# [Work instructions]
Go through the data below. List every line that holds the word "static".

# [Excerpted data]

package org.outstage.verify;

import static org.junit.jupiter.api.Assertions.assertEquals;
import static org.junit.jupiter.api.Assertions.assertTrue;

import java.util.ArrayList;
import java.util.List;
import org.junit.jupiter.api.Test;

class VerifierTest {
    static KeyFigures at(double hz, double rmsVolts, double thd, double loadOhms) {
        return KeyFigures.basic(hz, rmsVolts, "V", thd, thd * 1.2).withPower(rmsVolts * rmsVolts / loadOhms, loadOhms);
    }

    static LimitResult only(String spec, List<MeasuredChannel> ch) {
        return Verifier.verify(SpecParser.parse(spec, "t.spec"), ch).results().get(0);
    }

    @Test
    void thdAtOneWatt_picksCaptureAtThatPower_marginInPercent() {
        // 1 W into 8 ohm = 2.828 V rms (docs/references.md §3)
        List<MeasuredChannel> ch = List.of(new MeasuredChannel("1w.wav", 1, at(1000, Math.sqrt(8), 0.0003, 8)),
                new MeasuredChannel("10w.wav", 1, at(1000, Math.sqrt(80), 0.002, 8)));
        LimitResult r = only("thd <= 0.05 % at 1 kHz, 1 W, 8 ohm", ch);
        assertEquals(Verdict.PASS, r.verdict());
        assertEquals(0.0003, r.measured().getAsDouble(), 1e-15);
        assertEquals(0.02, r.margin().getAsDouble(), 1e-12);
        assertTrue(r.evidence().contains("1w.wav"));
        LimitResult f = only("thd <= 0.02 % at 1 kHz, 1 W, 8 ohm", ch);
        assertEquals(Verdict.FAIL, f.verdict());
        assertEquals(-0.01, f.margin().getAsDouble(), 1e-12);
    }

    @Test
    void noMatchingCapture_isNotMeasured_withReason() {
        List<MeasuredChannel> ch = List.of(new MeasuredChannel("a.wav", 1, at(100, 2.828, 0.0003, 8)));
        LimitResult r = only("thd <= 0.05 % at 1 kHz, 1 W, 8 ohm", ch);
        assertEquals(Verdict.NOT_MEASURED, r.verdict());
        assertTrue(r.evidence().contains("1000 Hz"), r.evidence());
    }

    @Test
    void powerAtOnePercent_powerLawThd_isExact() {
        // THD = 1e-4 * P^2 (a power law is a straight line in log THD vs log P, so log-log interpolation is exact):
        // THD = 1 % at P = sqrt(0.01 / 1e-4) = 10 W.
        List<MeasuredChannel> ch = new ArrayList<>();
        for (double p : new double[] {1, 4, 9, 16}) {
            ch.add(new MeasuredChannel(p + "w.wav", 1, at(1000, Math.sqrt(p * 8), 1e-4 * p * p, 8)));
        }
        LimitResult r = only("power >= 55 W at 1 kHz, 1 % thd, 8 ohm", ch);
        assertEquals(10.0, r.measured().getAsDouble(), 1e-9);
        assertEquals(Verdict.FAIL, r.verdict());
        assertEquals(-45.0, r.margin().getAsDouble(), 1e-9);
        LimitResult never = only("power >= 5 W at 1 kHz, 5 % thd, 8 ohm", ch);
        assertEquals(Verdict.NOT_MEASURED, never.verdict());
        assertTrue(never.evidence().contains("raise the level"), never.evidence());
    }

    @Test
    void balance_isLevelDifferenceOfTwoChannels() {
        List<MeasuredChannel> ch = List.of(new MeasuredChannel("st.wav", 1, at(1000, 2.0, 1e-4, 8)),
                new MeasuredChannel("st.wav", 2, at(1000, 2.1, 1e-4, 8)));
        LimitResult r = only("balance <= 0.5 dB at 1 kHz", ch);
        // 20*log10(2.1/2.0) = 0.42379 dB (computed)
        assertEquals(20 * Math.log10(2.1 / 2.0), r.measured().getAsDouble(), 1e-12);
        assertEquals(Verdict.PASS, r.verdict());
    }

    @Test
    void noise_needsToneFreeCalibratedCapture() {
        KeyFigures silent = KeyFigures.basic(50, 1e-4, "V", 0, 0).withResidualRms(4e-4);
        KeyFigures silentFs = KeyFigures.basic(50, 1e-6, "FS", 0, 0).withResidualRms(4e-6);
        KeyFigures tone = at(1000, 2.8, 1e-4, 8).withResidualRms(1e-3);
        LimitResult r = only("noise <= 1 mV", List.of(new MeasuredChannel("short.wav", 1, silent), new MeasuredChannel("t.wav", 1, tone)));
        assertEquals(Verdict.PASS, r.verdict());
        // hum line and residual add in power (Parseval): sqrt(0.1^2 + 0.4^2) mV = 0.41231 mV
        assertEquals(Math.sqrt(1e-8 + 16e-8), r.measured().getAsDouble(), 1e-15);
        assertEquals(1 - Math.sqrt(0.01 + 0.16), r.margin().getAsDouble(), 1e-12);
        LimitResult u = only("noise <= 1 mV", List.of(new MeasuredChannel("short.wav", 1, silentFs)));
        assertEquals(Verdict.NOT_MEASURED, u.verdict());
        assertTrue(u.evidence().contains("--fs-volts"), u.evidence());
    }

    @Test
    void clipAsymmetry_worstAbsoluteValue() {
        List<MeasuredChannel> ch = List.of(new MeasuredChannel("a.wav", 1, at(1000, 20, 0.05, 8).withClipAsymmetry(-0.07)),
                new MeasuredChannel("b.wav", 1, at(1000, 20, 0.05, 8).withClipAsymmetry(0.03)));
        LimitResult r = only("clip-asymmetry <= 5 %", ch);
        assertEquals(Verdict.FAIL, r.verdict());
        assertEquals(0.07, r.measured().getAsDouble(), 1e-15);
    }
}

# [Written answer]
import static org.junit.jupiter.api.Assertions.assertEquals;
import static org.junit.jupiter.api.Assertions.assertTrue;
    static KeyFigures at(double hz, double rmsVolts, double thd, double loadOhms) {
    static LimitResult only(String spec, List<MeasuredChannel> ch) {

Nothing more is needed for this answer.